I started pushing back and asking my AI assistant questions. Why settle for 2.5 if 3.6 is out? We started a long chat session that led me down a rabbit hole of understanding the differences between these generations. My agent explained that 3.0 introduced a "Thinking" mode, 3.5 brought native multimodality, and 3.6 was the absolute latest, optimized for "agentic" tasks like the ones I wanted to do in my IDE.
The 48GB Memory Trap
Through our research, I learned quickly that even with 48GB of RAM, you can't just run the biggest model of everything. Unified memory is shared with the system and your GPU. If you don't budget it, your Mac starts swapping to the SSD, and suddenly your "fast" local AI feels like a dial-up modem.
My agent helped me figure out a realistic budget:
- macOS + VS Code: ~10 GB
- Docker (where my DB and Go app live): 4 GB
- The "Brain" (Chat model): Needs to be smart, so around 17GB.
- The "Fingers" (Autocomplete): Needs to be fast, maybe 5GB.

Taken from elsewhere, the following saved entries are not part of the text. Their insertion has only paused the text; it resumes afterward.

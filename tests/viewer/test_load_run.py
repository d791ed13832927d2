"""Reading a run folder back."""

from __future__ import annotations

from pathlib import Path

import geopandas as gpd
import numpy as np
import pytest
import shapely
import xarray as xr
from test_controller_without_screen import statement

from planum.errors import SurveyError
from planum.outputs.netcdf import write_netcdf
from planum.viewer.load import load_run, statements_of
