"""The controller: every change of state, and the parts of the picture it touches."""

from __future__ import annotations

from collections.abc import Callable

import numpy as np
import pytest
import xarray as xr

from planum.records import Statement
from planum.scene.build import build_scene
from planum.viewer.control import Controller


@pytest.fixture
def control(ring: xr.Dataset, statement: Callable[[float, float], Statement]) -> Controller:
    lines = [("1", np.array([[512_340.0, 5_398_121.0], [512_356.0, 5_398_121.0]]))]
    return Controller(build_scene(ring, lines=lines, slice_depth=0.5), (statement(0.35, 0.45), statement(0.55, 0.65)))


def test_a_step_down_is_the_next_deeper_slice(control: Controller) -> None:
    assert control.step(1) == {"slice", "text"}
    assert control.scene.depth_m == pytest.approx(0.6)
    control.step(-2)
    assert control.scene.depth_m == pytest.approx(0.4)
    assert control.scene.plane.bounds[4] == pytest.approx(-0.4, abs=1e-6)


def test_steps_stop_at_the_ends_and_then_change_nothing(control: Controller) -> None:
    control.step(-100)
    assert control.scene.index == 0
    assert control.step(-1) == frozenset()
    control.step(100)
    assert control.scene.depth_m == pytest.approx(control.depths[1])
    assert control.step(1) == frozenset()


def test_the_depth_slider_goes_to_the_nearest_slice(control: Controller) -> None:
    assert control.to_depth(0.97) == {"slice", "text"}
    assert control.scene.depth_m == pytest.approx(1.0)
    assert control.to_depth(1.01) == frozenset()


def test_a_higher_level_encloses_less(control: Controller) -> None:
    control.to_level(0.5)
    wide = control.scene.isosurface.volume
    assert control.to_level(0.9) == {"isosurface", "text"}
    assert control.scene.isosurface.volume < wide
    assert control.to_level(0.9) == frozenset()


def test_switches_leave_the_scene_itself_alone(control: Controller) -> None:
    assert control.toggle_isosurface() == {"isosurface", "text"}
    assert control.toggle_lines() == {"lines"}
    shown = control.shown()
    assert (shown.isosurface.n_cells, shown.lines.n_cells) == (0, 0)
    assert control.level_text() == "isosurface off"
    control.toggle_isosurface()
    control.toggle_lines()
    assert control.shown().isosurface.n_cells == control.scene.isosurface.n_cells > 0
    assert control.shown().lines.n_cells == 1


def test_the_status_is_the_statement_of_the_slice_in_view(
    control: Controller, statement: Callable[[float, float], Statement]
) -> None:
    control.to_depth(0.6)
    assert control.status() == statement(0.55, 0.65).sentence()
    control.to_depth(0.9)  # no statement reaches here
    assert control.status() == "slice 0.85 to 0.95 m, ± 0.06 m below the surface."


def test_a_message_lasts_until_the_next_change(control: Controller) -> None:
    assert control.say("written") == {"text"}
    assert control.toggle_lines() == {"lines", "text"}
    assert control.message == ""


def test_the_slider_of_levels_runs_over_the_smoothed_slices(control: Controller, ring: xr.Dataset) -> None:
    low, high = control.levels
    # smoothing takes from the noisy top of the wall, not from where it ends: just below it a body still stands
    assert float(ring.amplitude.median()) < low < high < float(ring.amplitude.max())
    assert control.scene.at_level(high).isosurface.n_cells == 0
    assert control.scene.at_level(low + 0.7 * (high - low)).isosurface.n_cells > 0


def test_a_picture_is_named_after_code_and_depth(control: Controller) -> None:
    assert control.picture_name() == "MBF1_d045-055cm"


def test_a_picture_with_the_isosurface_off_says_so(control: Controller) -> None:
    control.toggle_isosurface()
    assert control.shown().level_text() == control.level_text() == "isosurface off"
    control.toggle_isosurface()
    assert control.shown().level_text().startswith("isosurface at amplitude")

This left me a safe buffer for browser tabs and the LLM's own "memory" (KV cache).
Settling on the Stack
After testing and chatting through the options with Gemini, I landed on a split-generation setup:
- For Chat (Reasoning): qwen3.6:27b. This is the latest flagship. It’s smart enough to understand my Go architecture and it can even "see" images if I need it to.

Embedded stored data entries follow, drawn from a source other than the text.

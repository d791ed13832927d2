"""Reading a run folder back: slices, lines, statements."""

from __future__ import annotations

from collections.abc import Callable
from pathlib import Path

import geopandas as gpd
import numpy as np
import pytest
import shapely
import xarray as xr

from planum.errors import SurveyError
from planum.outputs.netcdf import write_netcdf
from planum.records import Statement
from planum.scene.build import build_scene
from planum.viewer.load import load_run, statements_of


@pytest.fixture
def run(ring: xr.Dataset, statement: Callable[[float, float], Statement], tmp_path: Path) -> Path:
    rows = [statement(float(top), float(bottom)) for top, bottom in ring.depth_bounds.values]
    write_netcdf(tmp_path / "slices.nc", ring, rows)
    shapes = [
        shapely.LineString([(512_340, 5_398_121), (512_356, 5_398_121)]),
        shapely.LineString([(0, 0), (1, 2), (3, 4)]),
    ]
    gpd.GeoDataFrame({"name": ["A 1", "A 2"]}, geometry=shapes, crs="EPSG:25832").to_file(
        tmp_path / "site.gpkg", layer="lines"
    )
    return tmp_path


def test_a_run_comes_back_lazy_with_its_lines(run: Path, ring: xr.Dataset) -> None:
    slices, lines = load_run(run)
    with slices:
        assert slices.amplitude.chunks is not None
        np.testing.assert_array_equal(slices.amplitude.values, ring.amplitude.values)
        np.testing.assert_allclose(slices.depth_bounds.values, ring.depth_bounds.values)
        assert slices.attrs["title"] == "Marrowby Field"
        assert [name for name, _ in lines] == ["A 1", "A 2"]
        np.testing.assert_array_equal(lines[1][1], [[0, 0], [1, 2], [3, 4]])
        assert build_scene(slices, lines=lines).lines.n_cells == 2


def test_statements_come_back_as_they_were_written(
    run: Path, ring: xr.Dataset, statement: Callable[[float, float], Statement]
) -> None:
    slices, _ = load_run(run)
    with slices:
        expected = tuple(statement(float(top), float(bottom)) for top, bottom in ring.depth_bounds.values)
        assert statements_of(slices) == expected
        assert statements_of(slices.drop_attrs()) == ()
        older = slices.assign_attrs()
        del older.attrs["statement_noise"]  # of a run made before slices stated it
        assert statements_of(older) == expected


def test_without_a_geopackage_there_are_no_lines(run: Path) -> None:
    (run / "site.gpkg").unlink()
    slices, lines = load_run(run)
    slices.close()
    assert lines == ()


def test_a_missing_run_names_the_command_that_makes_it(tmp_path: Path) -> None:
    with pytest.raises(SurveyError, match="there is no run here; planum map SITE makes it"):
        load_run(tmp_path)


def test_a_damaged_slice_file_is_named(run: Path) -> None:
    (run / "slices.nc").write_bytes(b"nothing of the kind")
    with pytest.raises(SurveyError, match=r"slices\.nc: cannot be read"):
        load_run(run)


def test_a_damaged_geopackage_is_named(run: Path) -> None:
    (run / "site.gpkg").write_bytes(b"nothing of the kind")
    with pytest.raises(SurveyError, match=r"site\.gpkg: cannot be read"):
        load_run(run)


def test_a_file_that_is_no_slice_stack_is_refused(run: Path, ring: xr.Dataset) -> None:
    ring.drop_vars("coverage").to_netcdf(run / "slices.nc", engine="h5netcdf")
    with pytest.raises(SurveyError, match="is no slice stack"):
        load_run(run)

- For Autocomplete: qwen2.5-coder:7b. Even though there are newer general models, the 2.5 Coder is a specialist. It knows how to fill in the middle of a code block (FIM) better than the newer generalists.
The Friction: When "Smart" is Too Slow
I set everything up in VS Code using two different tools:
- Continue: I use this for the simple "Tab" autocomplete. It uses the Qwen 2.5 Coder 7B and feels very light.

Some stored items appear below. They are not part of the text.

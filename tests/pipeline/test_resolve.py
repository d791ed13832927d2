"""From survey and facts to a plan: frames, sets, intervals, the common raster, and what is told on the way."""

from __future__ import annotations

import csv
import math
import random
import shutil
from collections.abc import Callable
from dataclasses import replace
from pathlib import Path

import numpy as np
import pytest
import xarray as xr

from planum.errors import FrameError, SurveyError
from planum.pipeline import resolve as resolve_module
from planum.pipeline.frames import site_frames
from planum.pipeline.run import RunResult, map_site, plan_site
from planum.records import Plan, SetPlan, Similarity
from planum.survey.config import SurveyConfig
from planum.survey.control import ControlPoint
from planum.survey.folder import Survey
from planum.synthetic.folder import Layout, Site, write_survey
from planum.synthetic.recording import Noise
from planum.synthetic.scene import Scene, Wall


@pytest.fixture(scope="module")
def counted(scrap: Path, tmp_path_factory: pytest.TempPathFactory) -> Path:
    """The scrap survey with its facts in the cache, so that planning reads nothing."""
    site = tmp_path_factory.mktemp("counted") / "site"
    shutil.copytree(scrap, site)
    plan_site(site)
    return site


@pytest.fixture
def site(counted: Path, tmp_path: Path) -> Path:
    """A copy to change."""
    copy = tmp_path / "site"
    shutil.copytree(counted, copy)
    return copy


def edit(site: Path, old: str, new: str) -> None:
    """Change survey.toml; what should be changed must be there."""
    path = site / "survey.toml"
    text = path.read_text(encoding="utf-8")
    assert old in text, old
    path.write_text(text.replace(old, new), encoding="utf-8")


def edit_rows(site: Path, change: Callable[[list[dict[str, str]]], None]) -> None:
    """Change the register's rows."""
    path = site / "lines.csv"
    with path.open(encoding="utf-8", newline="") as file:
        rows = list(csv.DictReader(file))
    change(rows)
    with path.open("w", encoding="utf-8", newline="") as file:
        table = csv.DictWriter(file, list(rows[0]))
        table.writeheader()
        table.writerows(rows)


# --- frames ---


def survey_of(*grids: str, crs: str | None = "EPSG:25832", control: tuple[ControlPoint, ...] = ()) -> Survey:
    config = SurveyConfig.model_validate(
        {
            "survey": {"title": "Test", "code": "T", "crs": crs},
            "radar": [{"centre_frequency_mhz": 400.0, "antenna_separation_m": 0.16}],
            "grid": [{"name": name, "register": "lines.csv"} for name in grids],
        }
    )
    return Survey(Path("site"), config, (), control)


def points(frame: Similarity, grid: str, n: int = 4) -> tuple[ControlPoint, ...]:
    """Exact control points of a frame."""
    corners = [(0.0, 0.0), (10.0, 0.0), (10.0, 20.0), (0.0, 20.0)][:n]
    out = []
    for i, (x, y) in enumerate(corners):
        east, north = (float(v) for v in frame.forward(x, y))
        out.append(ControlPoint(f"{grid or 'S'}{i}", x, y, east, north, None, grid, None, "control.csv"))
    return tuple(out)


def turned(degrees: float, east: float, north: float) -> Similarity:
    turn = math.radians(degrees)
    return Similarity(a=math.cos(turn), b=math.sin(turn), e0=east, n0=north)


SITE, OWN = turned(15.0, 500_000.0, 5_600_000.0), turned(-40.0, 500_100.0, 5_600_050.0)


def assert_frame(found: Similarity, want: Similarity) -> None:
    """The same place to a micrometre, at the far corner too."""
    for x, y in ((0.0, 0.0), (10.0, 20.0)):
        assert math.dist(found.forward(x, y), want.forward(x, y)) < 1e-6


def test_grid_takes_its_own_points_or_the_sites() -> None:
    """Two points of its own are enough, in any case of the name; with one or none the site grid places it."""
    control = (*points(SITE, ""), *points(OWN, "b", 2), *points(turned(80.0, 0.0, 0.0), "C", 1))
    frames = site_frames(survey_of("A", "B", "C", control=control))
    assert_frame(frames["A"], SITE)
    assert_frame(frames["B"], OWN)
    assert_frame(frames["C"], SITE)
    assert frames["A"].error_m == pytest.approx(0.0, abs=1e-6)
    assert frames["B"].error_m is None  # two points: nothing left over to tell an error
    assert len(frames["A"].residuals_m) == 4


def test_map_reference_without_control_points_is_refused() -> None:
    """Coordinates in a map frame nobody measured would be wrong by kilometres."""
    with pytest.raises(FrameError, match="grid B has no control points, and the survey names a crs") as caught:
        site_frames(survey_of("A", "B", control=points(OWN, "A")))
    assert caught.value.problems[0].file == "control.csv"
    frames = site_frames(survey_of("A", "B", crs=None))
    assert frames["A"] == frames["B"] == Similarity()


def test_one_control_point_is_too_few() -> None:
    """A single site point cannot turn a grid."""
    with pytest.raises(FrameError, match=r"grid A has 1 usable control point\(s\); at least two"):
        site_frames(survey_of("A", control=points(SITE, "", 1)))


# --- sets and lines ---


def test_two_radars_in_one_grid_are_refused(site: Path) -> None:
    """Antennas are not mixed in one picture; the grid is named."""
    edit(
        site, "[[grid]]", '[[radar]]\nname = "other"\ncentre_frequency_mhz = 400\nantenna_separation_m = 0.16\n[[grid]]'
    )
    edit(site, "[[radar]]\ncentre", '[[radar]]\nname = "first"\ncentre')

    def two(rows: list[dict[str, str]]) -> None:
        for i, row in enumerate(rows):
            row["radar"] = "other" if i == 2 else "first"

    edit_rows(site, two)
    edit(site, "antenna_separation_m = 0.16\n[[grid]]", 'antenna_separation_m = 0.16\ninterval_unit = "ps"\n[[grid]]')
    with pytest.raises(SurveyError, match="grid A was recorded with more than one radar; one radar in a grid"):
        plan_site(site)


def test_crossing_lines_are_a_set_of_their_own(site: Path) -> None:
    """A grid of lines along y over one of lines along x: two sets that share raster and intervals."""

    def crossing(rows: list[dict[str, str]]) -> None:
        for i, x in enumerate((0.5, 1.0, 1.5)):
            copy = f"lines/cross_{i}.sgy"
            shutil.copyfile(site / rows[i]["file"], site / copy)
            extra = dict(rows[i]) | {"file": copy}
            extra |= {
                "grid": "C",
                "line": str(100 + i),
                "start_x_m": str(x),
                "end_x_m": str(x),
                "start_y_m": "0",
                "end_y_m": "3",
            }
            rows.append(extra)

    edit_rows(site, crossing)
    edit(site, "[ground]", '[[grid]]\nname = "C"\nregister = "lines.csv"\n\n[ground]')
    plan = plan_site(site)
    assert_on_whole_cells(plan)
    assert [s.name for s in plan.sets] == ["A/x", "C/y"]
    assert [len(s.entries) for s in plan.sets] == [5, 3]
    assert plan.sets[1].geometry.direction == "y"
    assert plan.sets[1].geometry.line_step_m == pytest.approx(0.5)
    assert any("not balanced against each other" in note for note in plan.notes)


def test_last_trace_beyond_the_record_shortens_the_line(site: Path) -> None:
    """61 traces over 3 m, 0 to 80 asked for: the record ends after 60/80 of the way, and a warning says so."""

    def beyond(rows: list[dict[str, str]]) -> None:
        for row in rows:
            row["last_trace"] = "80" if row["line"] == "2" else ""  # line 2 was walked from x = 3 to 0

    edit_rows(site, beyond)
    result = planned(site)
    entry = next(e for e in result.plan.sets[0].entries if e.line == "2")
    assert entry.last_trace == 60
    assert entry.start == (3.0, 0.25)
    assert entry.end == pytest.approx((3.0 - 3.0 * 60 / 80, 0.25))
    told = [w for w in result.warnings if "trace 80 is asked for, the last recorded is 60" in w.came]
    assert [(w.severity, w.file, w.line) for w in told] == [("warning", "lines/A_002.sgy", "2")]
    assert all(e.last_trace == 60 for e in result.plan.sets[0].entries)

- Cline: This is my "Agent." I use it for the heavy lifting—like asking it to refactor a whole package or find a bug across multiple files.
But I hit a wall. When I used the standard qwen3.6:27b in Cline, it was smart, but it was slow. It was generating code at about 20 tokens per second. For a chat, that's fine. But when an agent is rewriting 200 lines of Go code, you find yourself staring at the screen, waiting.
The Pivot to NVFP4
I went back to Gemini for more research and found a specialized version of the model: qwen3.6:27b-coding-nvfp4.
My agent explained that this model is a bit special for Macs. It uses a format called NVFP4 that Ollama translates into Apple's native MLX framework. I’m no expert on the math behind it, but the result was immediate: because it talks more directly to the M4's GPU, the speed nearly doubled.
I went from watching the AI type to seeing the code almost "appear" on the screen. I did have to sacrifice the vision (multimodality) to get this speed, but again, that’s where the hybrid approach shines. For the 99% of my day spent writing code, the speed of the NVFP4 model is much more valuable. When I need an AI to "see" a diagram or coordinate a massive architectural review, I fall back to my cloud APIs.
The Result
My setup now feels perfectly dialed in. By pushing back on the "safe" suggestions and doing the research with my AI assistant, I found a way to use the newest models without melting my machine.
- Brain: Qwen 3.6 27B NVFP4 (Local & Fast)
- Autocomplete: Qwen 2.5 Coder 7B (Local & Precise)
- Tools: Continue for the small stuff, Cline for the big agentic tasks.
It was a journey of learning that speed is often just as important as intelligence when you are trying to stay in the "flow state" of coding.
References & Resources
- Ollama: The engine running my local models.
- Qwen 3.6 Models: The latest flagship series from Alibaba Cloud.
- Cline (formerly Claude Dev): The autonomous agent extension for VS Code.
- Continue: The IDE extension for FIM autocomplete and chat.
- MLX Framework: Apple’s framework for high-performance machine learning on Silicon.
- Gemini CLI: My cloud-based orchestration agent that helped me research this setup.